Они прошли под толстыми деревьями, ветви склоняются до самой воды, дальше уже растут реже, там светло, все залито мертвенным лунным светом. Туман едва заметен, иногда только сбивается в плотные комья и надвигается настолько пугающе, словно навстречу бежит стадо овец, что она всякий раз отпрыгивала в сторону.
Волхв, по ее мнению, слишком уж всматривается в землю, не заметит, если что прыгнет на них с дерева или нападет из кустов. Под ногами чисто и сухо, разве что какой сучок хрустнет, заставив ее подпрыгнуть, но Олег даже не насмешничает, она с грустью допустила такую дикую мысль, что ему все равно, боится она или нет.
— Что-то ищешь? — спросила она напряженным голосом.
— Да, — ответил он.
— Что?
— Истину, — ответил он. Она заподозрила насмешку, но сообразила, что он совершенно серьезен. — Главное, что мы все ищем так старательно, это истина.
— Ты сумасшедший, — сказала она убежденно, — искать истину здесь?
— Истину нужно искать везде, — сказал он нравоучительно. — И всегда.

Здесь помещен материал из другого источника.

//! The environment seen by the vehicle at one instant: altitude, local frame, gravity, air and the
//! Earth-relative velocity, for the rotating WGS-84 Earth, a spherical Earth (radius and GM as
//! inputs, the textbook model) or a flat-Earth check model.
//!
//! Frames. `Wgs84`: the state is in an Earth-centred inertial frame that coincides with the
//! Earth-fixed frame at t = 0 (Greenwich angle θ_g0 = 0, so θ = ω_E·t). The air co-rotates with
//! the Earth: `v_rel = v − ω_E × r`. Altitude is geodetic (WGS-84 ellipsoid), the local vertical is
//! the ellipsoid normal. `Spherical`: the same frames about a sphere of radius R; gravity is the
//! point mass `g = −μ r/r³` (no J2), the altitude is `|r| − R`, the local vertical is radial and
//! the latitude is geocentric (on a sphere geodetic and geocentric latitude coincide).
//! `Flat`: x east, y north, z up, uniform gravity −g ẑ, no rotation; used to
//! reproduce closed-form solutions (Culler & Fried 1957, Bryson & Ho 1975).
//!
//! Orbit quantities (energy, elements, apsis altitudes) use [`Environment::gm_m3_s2`] and
//! [`Environment::reference_radius_m`]: the WGS-84 GM and equatorial radius, or the sphere's.

use nalgebra::Vector3;

use super::atmosphere::{us1976, AtmosphereState};
use super::earth::{self, Geodetic};

/// Shape, gravity and rotation of the Earth model.
#[derive(Debug, Clone, Copy, PartialEq)]
pub enum EarthModel {
    /// WGS-84 ellipsoid, point-mass gravity plus optionally J2, rotation optional (checks).
    Wgs84 {
        /// Include the J2 zonal term.
        j2: bool,
        /// Rotate the Earth (and its atmosphere) at ω_E.
        rotation: bool,
    },
    /// Sphere of radius `radius_m`, point-mass gravity of parameter `gm_m3_s2` (no J2), turning
    /// at `rotation_rad_s` about the z axis (0: not rotating). Geocentric latitude = geodetic.
    Spherical {
        /// Radius R of the sphere, m (apsis altitudes are measured above it).
        radius_m: f64,
        /// Gravitational parameter μ = GM, m³/s².
        gm_m3_s2: f64,
        /// Rotation rate ω about the z axis, rad/s (the WGS-84 rate by default in the file).
        rotation_rad_s: f64,
    },
    /// Flat Earth, uniform gravity of this magnitude (m/s²), no rotation; for closed-form checks.
    Flat {
        /// Gravity magnitude, m/s².
        gravity_mps2: f64,
    },
}

impl EarthModel {
    /// Gravitational parameter μ of the central body, m³/s²: the WGS-84 GM or the sphere's. The
    /// flat check model has no central body; its flights are reported against the WGS-84 value.
    pub fn gm_m3_s2(&self) -> f64 {
        match *self {
            EarthModel::Spherical { gm_m3_s2, .. } => gm_m3_s2,
            EarthModel::Wgs84 { .. } | EarthModel::Flat { .. } => earth::WGS84_GM_M3_S2,
        }
    }

    /// Reference radius of orbit altitudes, m: the WGS-84 equatorial radius a, or the sphere's
    /// radius (apsis altitude = apsis radius − this; flat: the WGS-84 value, as for GM).
    pub fn reference_radius_m(&self) -> f64 {
        match *self {
            EarthModel::Spherical { radius_m, .. } => radius_m,
            EarthModel::Wgs84 { .. } | EarthModel::Flat { .. } => earth::WGS84_A_M,
        }
    }

    /// Gravitational acceleration at `r_m` (m), m/s²: WGS-84 point mass (+ J2), the sphere's
    /// point mass `−μ r/r³`, or the flat model's uniform `−g ẑ`.
    pub fn gravity_mps2(&self, r_m: &Vector3<f64>) -> Vector3<f64> {
        match *self {
            EarthModel::Wgs84 { j2, .. } => earth::gravity(r_m, j2),
            EarthModel::Spherical { gm_m3_s2, .. } => point_mass_gravity(r_m, gm_m3_s2),
            EarthModel::Flat { gravity_mps2 } => Vector3::new(0.0, 0.0, -gravity_mps2),
        }
    }

    /// Short name of the model for reports: `wgs84`, `sphere` or `flat`.
    pub fn key(&self) -> &'static str {
        match self {
            EarthModel::Wgs84 { .. } => "wgs84",
            EarthModel::Spherical { .. } => "sphere",
            EarthModel::Flat { .. } => "flat",
        }
    }
}

/// Point-mass gravity `g = −μ r/r³` (m/s²) at `r_m` (m) for μ = `mu_m3_s2` (Newton; any text,
/// e.g. Bate, Mueller & White 1971 §1.3). Zero at r = 0, like [`earth::gravity`].
fn point_mass_gravity(r_m: &Vector3<f64>, mu_m3_s2: f64) -> Vector3<f64> {
    let r2 = r_m.norm_squared();
    if r2 == 0.0 {
        return Vector3::zeros();
    }
    let inv_r = 1.0 / r2.sqrt();
    -(mu_m3_s2 * inv_r * inv_r * inv_r) * r_m
}
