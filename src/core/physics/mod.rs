//! Physics models: the WGS-84 Earth and gravity ([`earth`]), the standard atmosphere
//! ([`atmosphere`]), two-body orbits and launch azimuth ([`orbit`]), the vacuum impact point
//! ([`iip`]), drag tables ([`aero`]) and the
//! environment seen by the vehicle at one instant ([`environment`]).
//!
//! Nothing here knows about stages, programs or the integrator; `sim` calls these functions from the
//! right-hand side, so they must not allocate.

pub mod aero;
pub mod atmosphere;
pub mod earth;
pub mod environment;
pub mod iip;
pub mod orbit;
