impl TradeReport {
    /// Trade factors of `file` (whose text hashes to `input_sha256`).
    pub fn run(
        file: &ProblemFile,
        input_sha256: String,
        opts: &SolveOptions,
        obs: &dyn Observer,
    ) -> Self {
        Self::run_streamed(file, input_sha256, opts, obs, &Discard)
    }

    /// [`TradeReport::run`] that hands each finished point to `sink` (see [`trade_streamed`]).
    pub fn run_streamed(
        file: &ProblemFile,
        input_sha256: String,
        opts: &SolveOptions,
        obs: &dyn Observer,
        sink: &dyn PointSink,
    ) -> Self {
        let factors = trade_streamed(file, opts, obs, sink);
        Self::from_factors(file, input_sha256, opts.objective, factors)
    }

    /// The report of `file`'s trade `factors` (in [`traded`] order), however they were solved.
    pub fn from_factors(
        file: &ProblemFile,
        input_sha256: String,
        objective: Objective,
        factors: Vec<TradeFactor>,
    ) -> Self {
        TradeReport {
            tool: tool_version(),
            problem: file.name.clone(),
            input_sha256,
            objective,
            ideal_isp_factors: (0..file.vehicle.stages.len())
                .map(|k| ideal_isp_factor(file, k))
                .collect(),
            factors,
            caution: CAUTION,
        }
    }

    /// Every factor from two solved points.
    pub fn succeeded(&self) -> bool {
        self.factors.iter().all(|f| f.ok)
    }
}

#[cfg(test)]
mod tests {
    use super::*;
    use std::sync::Mutex;

    #[test]
    fn every_finished_item_is_handed_on_once_with_its_index_and_the_results_keep_input_order() {
        let items: Vec<u64> = (0..64).collect();
        let seen = Mutex::new(Vec::new());
        let out = run_each_streamed(
            "test",
            &items,
            &crate::core::observe::Silent,
            |x| x * x,
            |i, r| {
                if let Ok(mut s) = seen.lock() {
                    s.push((i, *r));
                }
            },
        );
        assert_eq!(out, items.iter().map(|x| x * x).collect::<Vec<_>>());
        let mut seen = seen.into_inner().unwrap_or_default();
        seen.sort_unstable();
        let want: Vec<(usize, u64)> = items.iter().map(|x| (*x as usize, x * x)).collect();
        assert_eq!(seen, want);
    }

    #[test]
    fn a_search_that_ends_solved_but_whose_flight_misses_is_not_reached() {
        use SolveStatus as S;
        for s in [S::Converged, S::IterationLimit] {
            assert_eq!(PointStatus::of_solve(s, false), PointStatus::NotReached);
            assert_eq!(PointStatus::of_solve(s, false).as_str(), "not_reached");
            assert!(PointStatus::of_solve(s, true).is_solved());
        }
        // An unsolved search keeps its own status whatever the flight does.
        for (s, p) in [
            (S::BudgetExhausted, PointStatus::BudgetExhausted),
            (S::Infeasible, PointStatus::Infeasible),
            (S::Stalled, PointStatus::Stalled),
        ] {
            assert_eq!(PointStatus::of_solve(s, false), p);
            assert_eq!(PointStatus::of_solve(s, true), p);
        }
    }

    #[test]
    fn trade_points_come_in_plus_minus_pairs_and_factors_follow_from_their_values() {
        let text = include_str!("../../problems/medium-2stage-leo200.json");
        let f = crate::core::problem::parse(text).expect("the medium demo parses");
        let params = traded(&f);
        let pts = trade_points(&f);
        assert_eq!(pts.len(), 2 * params.len());
        for (k, p) in params.iter().enumerate() {
            let h = p.step(&f);
            assert_eq!(pts[2 * k].1.to_bits(), h.to_bits());
            assert_eq!(pts[2 * k + 1].1.to_bits(), (-h).to_bits());
        }
        // Central difference (a − b) / 2h: the dry-mass step of the core is 1 % of 18 000 kg.
        let core_dry = TradeFactor::from_values(&f, params[0], Some(10.0), Some(65.0));
        assert!(core_dry.ok);
        assert!((core_dry.step - 180.0).abs() < 1e-12);
        assert!((core_dry.factor - (10.0 - 65.0) / 360.0).abs() < 1e-15);
        let missing = TradeFactor::from_values(&f, params[0], Some(10.0), None);
        assert!(!missing.ok && missing.factor.is_nan());
    }

    #[test]
    fn a_closure_is_a_point_sink() {
        let count = std::sync::atomic::AtomicUsize::new(0);
        let sink = |i: usize, p: &Point| {
            assert_eq!(p.value as usize, i);
            count.fetch_add(1, std::sync::atomic::Ordering::Relaxed);
        };
        let p = Point {
            value: 1.0,
            status: PointStatus::BadInput,
            message: None,
            report: None,
        };
        let s: &dyn PointSink = &sink;
        s.point(1, &p);
        Discard.point(1, &p);
        assert_eq!(count.load(std::sync::atomic::Ordering::Relaxed), 1);
    }
}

Правда, не со всеми.
Она фыркнула:
— Со мной, значит, можно?
Он удивленно оглянулся через плечо:
— А-а-а, ты еще здесь?.. Я думал, уже убежала.
— Я здесь, — прошипела она мстительно. — И тебе будет не до поисков истины.
Он ответил со вздохом:
— Чувствую. Но настоящий мужчина должен уметь не обращать внимания на препятствия. Я имею в виду чудовищ, врагов, погоду и женщин.
— А я кто?
Он промолчал, что прозвучало еще оскорбительнее. Впереди за кустами показался полуразрушенный домик, как почудилось вначале, но подошли ближе, к хатке с той стороны пристроены просторные сараи, тоже с выбитыми окнами, дом с ними составляет одно целое. Олег ускорил шаг, но всматривался в землю еще внимательнее, а на домик лишь бросал осторожные взгляды. Дорогу к обвалившемуся крыльцу преграждает густой бурьян, окна выбиты, вместо двери черный прямоугольник.
Она ощутила холодное прикосновение ужаса. Сердце затрепетало, она с трудом разомкнула застывшие губы.
— Не ходи…
Он оглянулся:
— Предчувствие?
— Нет, — отрезала она, — просто… зачем?
— Настоящая женщина, — пробормотал он. — Не нужно, вот и не пойду…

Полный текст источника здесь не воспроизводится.